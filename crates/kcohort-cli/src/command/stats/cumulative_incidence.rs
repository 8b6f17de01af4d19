//! `kcohort stats cif`: Aalen–Johansen cumulative incidence of competing events, and Gray's test
//! for each event type when grouped.

use super::InputArgs;
use super::follow_up::competing_follow_up;
use super::grouping::Grouping;
use super::report::Format;
use super::report::{Report, TextTable, ci_label, num, p_value, time as show_time, to_json};
use anyhow::Context;
use clap::Args;
use kcohort_stats::aalen_johansen::{self, gray_test};
use kcohort_stats::follow_up::CompetingFollowUp;
use serde_json::json;

#[derive(Debug, Args)]
#[command(
    after_long_help = "Cumulative incidence of competing events (Aalen–Johansen) with delta-method standard \
errors and log(−log) intervals, one row per subject. The event column holds 0 for censored and 1, 2, \
... for the event types. With --group, one set of curves per group and Gray's test for each event type. \
The text output lists the times with an event; the JSON output has every step."
)]
pub struct CumulativeIncidenceArgs {
    /// Column with the time of the event or of censoring.
    #[arg(long, value_name = "COL")]
    pub time: String,
    /// Column with 0 (censored) or the event type 1, 2, ... at that time.
    #[arg(long, value_name = "COL")]
    pub event: String,
    /// Column whose values split the rows into groups: curves per group and Gray's test.
    #[arg(long, value_name = "COL")]
    pub group: Option<String>,
    #[command(flatten)]
    pub input: InputArgs,
}

pub fn run(args: &CumulativeIncidenceArgs) -> anyhow::Result<Report> {
    let level = args.input.level()?;
    let mut columns = vec![args.time.as_str(), args.event.as_str()];
    columns.extend(args.group.as_deref());
    let table = args.input.read(&columns)?;
    let data = competing_follow_up(&table, &args.time, &args.event, None)?;
    let grouping = match &args.group {
        Some(group) => Grouping::new(&table.labels(group)?),
        None => Grouping::single(table.len()),
    };
    let ci = ci_label(level.value());
    let mut text = format!(
        "Cumulative incidence (Aalen–Johansen): time `{}`, event type `{}` (0 = censored)\n",
        args.time, args.event
    );
    let mut curves = Vec::new();
    for (name, rows) in grouping.levels.iter().zip(grouping.rows()) {
        let rows_data: Vec<CompetingFollowUp> = rows.iter().map(|&r| data[r]).collect();
        let curve =
            aalen_johansen::estimate(&rows_data, level).with_context(|| match &args.group {
                Some(_) => format!("cumulative incidence of group `{name}`"),
                None => "cumulative incidence".to_string(),
            })?;
        let mut header = vec![
            "time".to_string(),
            "at risk".to_string(),
            "event-free".to_string(),
        ];
        for cause in &curve.causes {
            header.push(format!("events {cause}"));
            header.push(format!("incidence {cause}"));
            header.push(format!("{ci} {cause}"));
        }
        let header: Vec<&str> = header.iter().map(String::as_str).collect();
        let mut steps = TextTable::new(&header);
        for step in curve
            .steps
            .iter()
            .filter(|s| s.n_events.iter().any(|&d| d > 0))
        {
            let mut row = vec![
                show_time(step.time),
                step.n_at_risk.to_string(),
                num(step.event_free),
            ];
            for k in 0..curve.causes.len() {
                row.push(step.n_events[k].to_string());
                row.push(num(step.cumulative_incidence[k]));
                row.push(match &step.interval[k] {
                    Some(i) => format!("{} to {}", num(i.lower), num(i.upper)),
                    None => "n/a".to_string(),
                });
            }
            steps.row(row);
        }
        let label = if args.group.is_some() {
            name.clone()
        } else {
            "all".to_string()
        };
        text.push_str(&format!(
            "\n{label}: {} subjects, event types {}\n",
            curve.n_rows,
            curve
                .causes
                .iter()
                .map(u32::to_string)
                .collect::<Vec<_>>()
                .join(", ")
        ));
        text.push_str(&steps.render());
        // Every step of a large curve makes a large JSON tree: build it only when it is printed.
        if args.input.format == Format::Json {
            curves.push(json!({
                "group": args.group.as_ref().map(|_| name),
                "aalen_johansen": to_json(&curve),
            }));
        }
    }
    let mut gray = Vec::new();
    if args.group.is_some() && grouping.levels.len() >= 2 {
        let codes: Vec<u32> = grouping.of_row.iter().map(|&g| g as u32).collect();
        let max_cause = data.iter().map(|r| r.cause).max().unwrap_or(0);
        let mut tests = TextTable::new(&["Gray's test", "chi-square", "df", "p-value"]);
        for cause in 1..=max_cause {
            let test = gray_test(&data, &codes, None, cause, 0.0)
                .with_context(|| format!("Gray's test for event type {cause}"))?;
            tests.row(vec![
                format!("event type {cause}"),
                num(test.chi_square),
                test.degrees_of_freedom.to_string(),
                p_value(test.p_value),
            ]);
            let mut value = to_json(&test);
            value["groups"] = json!(grouping.levels);
            gray.push(value);
        }
        text.push('\n');
        text.push_str(&tests.render());
    }
    let results = json!({
        "curves": curves,
        "gray_tests": gray,
    });
    let settings = json!({
        "columns": {
            "time": args.time,
            "event": args.event,
            "group": args.group,
        },
        "level": level.value(),
    });
    Ok(Report::new("cif", &table, settings, results, text))
}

## Assigned task
Go through the listing and copy all of it exactly.

## Task solution
filename crates/kcohort-cli/src/command/stats/cumulative_incidence.rs
repository 8b6f17de01af4d19
//! `kcohort stats cif`: Aalen–Johansen cumulative incidence of competing events, and Gray's test
//! for each event type when grouped.

use super::InputArgs;
use super::follow_up::competing_follow_up;
use super::grouping::Grouping;
use super::report::Format;
use super::report::{Report, TextTable, ci_label, num, p_value, time as show_time, to_json};
use anyhow::Context;
use clap::Args;
use kcohort_stats::aalen_johansen::{self, gray_test};
use kcohort_stats::follow_up::CompetingFollowUp;
use serde_json::json;

#[derive(Debug, Args)]
#[command(
    after_long_help = "Cumulative incidence of competing events (Aalen–Johansen) with delta-method standard \
errors and log(−log) intervals, one row per subject. The event column holds 0 for censored and 1, 2, \
... for the event types. With --group, one set of curves per group and Gray's test for each event type. \
The text output lists the times with an event; the JSON output has every step."
)]
pub struct CumulativeIncidenceArgs {
    /// Column with the time of the event or of censoring.
    #[arg(long, value_name = "COL")]
    pub time: String,
    /// Column with 0 (censored) or the event type 1, 2, ... at that time.
    #[arg(long, value_name = "COL")]
    pub event: String,
    /// Column whose values split the rows into groups: curves per group and Gray's test.
    #[arg(long, value_name = "COL")]
    pub group: Option<String>,
    #[command(flatten)]
    pub input: InputArgs,
}

pub fn run(args: &CumulativeIncidenceArgs) -> anyhow::Result<Report> {
    let level = args.input.level()?;
    let mut columns = vec![args.time.as_str(), args.event.as_str()];
    columns.extend(args.group.as_deref());
    let table = args.input.read(&columns)?;
    let data = competing_follow_up(&table, &args.time, &args.event, None)?;
    let grouping = match &args.group {
        Some(group) => Grouping::new(&table.labels(group)?),
        None => Grouping::single(table.len()),
    };
    let ci = ci_label(level.value());
    let mut text = format!(
        "Cumulative incidence (Aalen–Johansen): time `{}`, event type `{}` (0 = censored)\n",
        args.time, args.event
    );
    let mut curves = Vec::new();
    for (name, rows) in grouping.levels.iter().zip(grouping.rows()) {
        let rows_data: Vec<CompetingFollowUp> = rows.iter().map(|&r| data[r]).collect();
        let curve =
            aalen_johansen::estimate(&rows_data, level).with_context(|| match &args.group {
                Some(_) => format!("cumulative incidence of group `{name}`"),
                None => "cumulative incidence".to_string(),
            })?;
        let mut header = vec![
            "time".to_string(),
            "at risk".to_string(),
            "event-free".to_string(),
        ];
        for cause in &curve.causes {
            header.push(format!("events {cause}"));
            header.push(format!("incidence {cause}"));
            header.push(format!("{ci} {cause}"));
        }
        let header: Vec<&str> = header.iter().map(String::as_str).collect();
        let mut steps = TextTable::new(&header);
        for step in curve
            .steps
            .iter()
            .filter(|s| s.n_events.iter().any(|&d| d > 0))
        {
            let mut row = vec![
                show_time(step.time),
                step.n_at_risk.to_string(),
                num(step.event_free),
            ];
            for k in 0..curve.causes.len() {
                row.push(step.n_events[k].to_string());
                row.push(num(step.cumulative_incidence[k]));
                row.push(match &step.interval[k] {
                    Some(i) => format!("{} to {}", num(i.lower), num(i.upper)),
                    None => "n/a".to_string(),
                });
            }
            steps.row(row);
        }
        let label = if args.group.is_some() {
            name.clone()
        } else {
            "all".to_string()
        };
        text.push_str(&format!(
            "\n{label}: {} subjects, event types {}\n",
            curve.n_rows,
            curve
                .causes
                .iter()
                .map(u32::to_string)
                .collect::<Vec<_>>()
                .join(", ")
        ));
        text.push_str(&steps.render());
        // Every step of a large curve makes a large JSON tree: build it only when it is printed.
        if args.input.format == Format::Json {
            curves.push(json!({
                "group": args.group.as_ref().map(|_| name),
                "aalen_johansen": to_json(&curve),
            }));
        }
    }
    let mut gray = Vec::new();
    if args.group.is_some() && grouping.levels.len() >= 2 {
        let codes: Vec<u32> = grouping.of_row.iter().map(|&g| g as u32).collect();
        let max_cause = data.iter().map(|r| r.cause).max().unwrap_or(0);
        let mut tests = TextTable::new(&["Gray's test", "chi-square", "df", "p-value"]);
        for cause in 1..=max_cause {
            let test = gray_test(&data, &codes, None, cause, 0.0)
                .with_context(|| format!("Gray's test for event type {cause}"))?;
            tests.row(vec![
                format!("event type {cause}"),
                num(test.chi_square),
                test.degrees_of_freedom.to_string(),
                p_value(test.p_value),
            ]);
            let mut value = to_json(&test);
            value["groups"] = json!(grouping.levels);
            gray.push(value);
        }
        text.push('\n');
        text.push_str(&tests.render());
    }
    let results = json!({
        "curves": curves,
        "gray_tests": gray,
    });
    let settings = json!({
        "columns": {
            "time": args.time,
            "event": args.event,
            "group": args.group,
        },
        "level": level.value(),
    });
    Ok(Report::new("cif", &table, settings, results, text))
}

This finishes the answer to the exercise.